* EXERCISE DIRECTIONS *
Lines containing "seeded" should be pulled from the material below.

* EXERCISE MATERIALS *
/** `simulate`: a seeded rehearsal of simulated cascades (shared/engine/simulate). */
import { SIMULATE_DEFAULTS } from '../simulate/plan';
import { simulate } from '../simulate/run-local';
import type { SimulationSummary } from '../simulate/summary';
import { CliError, clipText, integerFlag, type Flags } from './args';
import {
  ms,
  ROOM_FLAGS,
  ROOM_HELP,
  ID_LIST_HELP,
  STARTER_FLAGS,
  starterIds,
  starterIndices,
  UNREACHABLE_HELP,
  WALK_FLAGS,
  WALK_HELP,
  unreachableFields,
  walkOptions,
  warningNotes,
  type Command,
} from './command';
import { loadRoom } from './load-room';

export const simulateCommand: Command = {
  name: 'simulate',
  summary: 'seeded simulated cascades: mean hops to hear per person, with standard errors',
  flags: {
    ...ROOM_FLAGS,
    ...STARTER_FLAGS,
    runs: { required: true },
    seed: { required: true },
    workers: {},
    'hop-cap': {},
    ...WALK_FLAGS,
  },
  help: `Usage: npm run -s cli -- simulate --graph FILE --starters IDS --runs R --seed S [--workers W]
                                 [--laziness A] [--mixing B] [--hop-cap H]

Runs R cascades: in each, every person who is not a starter passes the question along ties
(in proportion to strength) until it reaches a starter; the hops taken are when they hear.
Prints {"runs", "seed", "total", "average", "reach": {"<id>": mean}, "stderr": {"<id>": se},
"capped", "elapsedMs", "n", "starters", "totalStderr", "averageStderr", "hopCap", "hops",
"workers", "unreachable", "reasons", "reachableTotal", "reachableAverage"}.
The same seed gives the same numbers, whatever the number of workers: run r draws from its
own stream derived from (seed, r).

${ROOM_HELP}
  --starters IDS      the people briefed first, ids as in the file, separated by commas
  --starters-file F   the same, one id per line
  --runs R            number of cascades, 1 to 10000000
  --seed S            1 to 64 letters, digits, "-" or "_" (the same seeds as on the web); the run
                      uses the seed as text, so 07 and 7 are different seeds; "seed" prints it
                      back exactly (as a JSON number only when the number prints as the same text)
  --workers W         worker threads, 1 to 16 (default 1: this thread)
  --hop-cap H         longest walk before it is stopped (default ${SIMULATE_DEFAULTS.hopCap}); "capped"
                      counts stopped walks, which enter the means at H (the mean is then a lower bound)
${WALK_HELP}

${ID_LIST_HELP}

${UNREACHABLE_HELP}`,
  async run(argv: Flags) {
    const start = performance.now();
    const ids = starterIds(argv);
    const { graph, warnings, file } = loadRoom(argv);
    const starters = starterIndices(graph, argv, file, ids);
    const runs = integerFlag(argv, 'runs', 1, 10_000_000)!;
    const seedText = argv.get('seed')!;
    if (!SEED.test(seedText)) {
      throw new CliError(`--seed must be 1 to 64 letters, digits, "-" or "_", as on the web (got "${clipText(seedText)}")`);
    }
    const workers = integerFlag(argv, 'workers', 1, 16) ?? 1;
    const hopCap = integerFlag(argv, 'hop-cap', 1, 2 ** 31 - 1);
    const options = { ...walkOptions(argv), samples: 0, ...(hopCap !== undefined ? { hopCap } : {}) };
    let s: SimulationSummary;
    if (workers === 1) {
      s = simulate(graph, starters, runs, seedText, options);
    } else {
      const { simulateInPool } = await import('../simulate/pool');
      s = await simulateInPool(graph, starters, runs, seedText, options, workers);
    }
    const reach = new Map<string, number>();
    const stderr = new Map<string, number>();
    const out = unreachableFields(s.n, s.unreachable);
    for (let i = 0; i < s.n; i++) {
      if (out.lost.has(i)) continue;
      reach.set(graph.ids[i], s.mean[i]);
      stderr.set(graph.ids[i], s.stderr[i]);
    }
    const complete = out.ids.length === 0;
    const notes = warningNotes(warnings, file);
    if (out.note) notes.push(out.note);
    if (s.capped > 0)
      notes.push(`note: ${s.capped} walks reached the hop cap of ${s.hopCap} and were stopped; their means are lower bounds`);
    return {
      result: {
        runs: s.runs,
        seed: printedSeed(seedText),
        total: complete ? s.total : null,
        average: complete ? s.average : null,
        reach,
        stderr,
        capped: s.capped,
        elapsedMs: ms(start),
        n: s.n,
        starters: s.starters.map((i) => graph.ids[i]),
        totalStderr: s.totalStderr,
        averageStderr: s.averageStderr,
        hopCap: s.hopCap,
        hops: s.hops,
        workers,
        unreachable: out.ids,
        reasons: out.reasons,
        reachableTotal: s.total,
        reachableAverage: s.average,
      },
      notes,
    };
  },
};

/** The seeds the web accepts (REHEARSAL_LIMITS.seedPattern; a test keeps the two equal). */
export const CLI_SEED_PATTERN = '^[A-Za-z0-9_-]{1,64}$';
const SEED = new RegExp(CLI_SEED_PATTERN);

/** The seed as used: a number only when printing that number gives back the same text (7, not 07). */
export function printedSeed(seed: string): string | number {
  const n = Number(seed);
  return /^\d+$/.test(seed) && Number.isSafeInteger(n) && String(n) === seed ? n : seed;
}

* SOLUTION TO THIS EXERCISE *
/** `simulate`: a seeded rehearsal of simulated cascades (shared/engine/simulate). */
  summary: 'seeded simulated cascades: mean hops to hear per person, with standard errors',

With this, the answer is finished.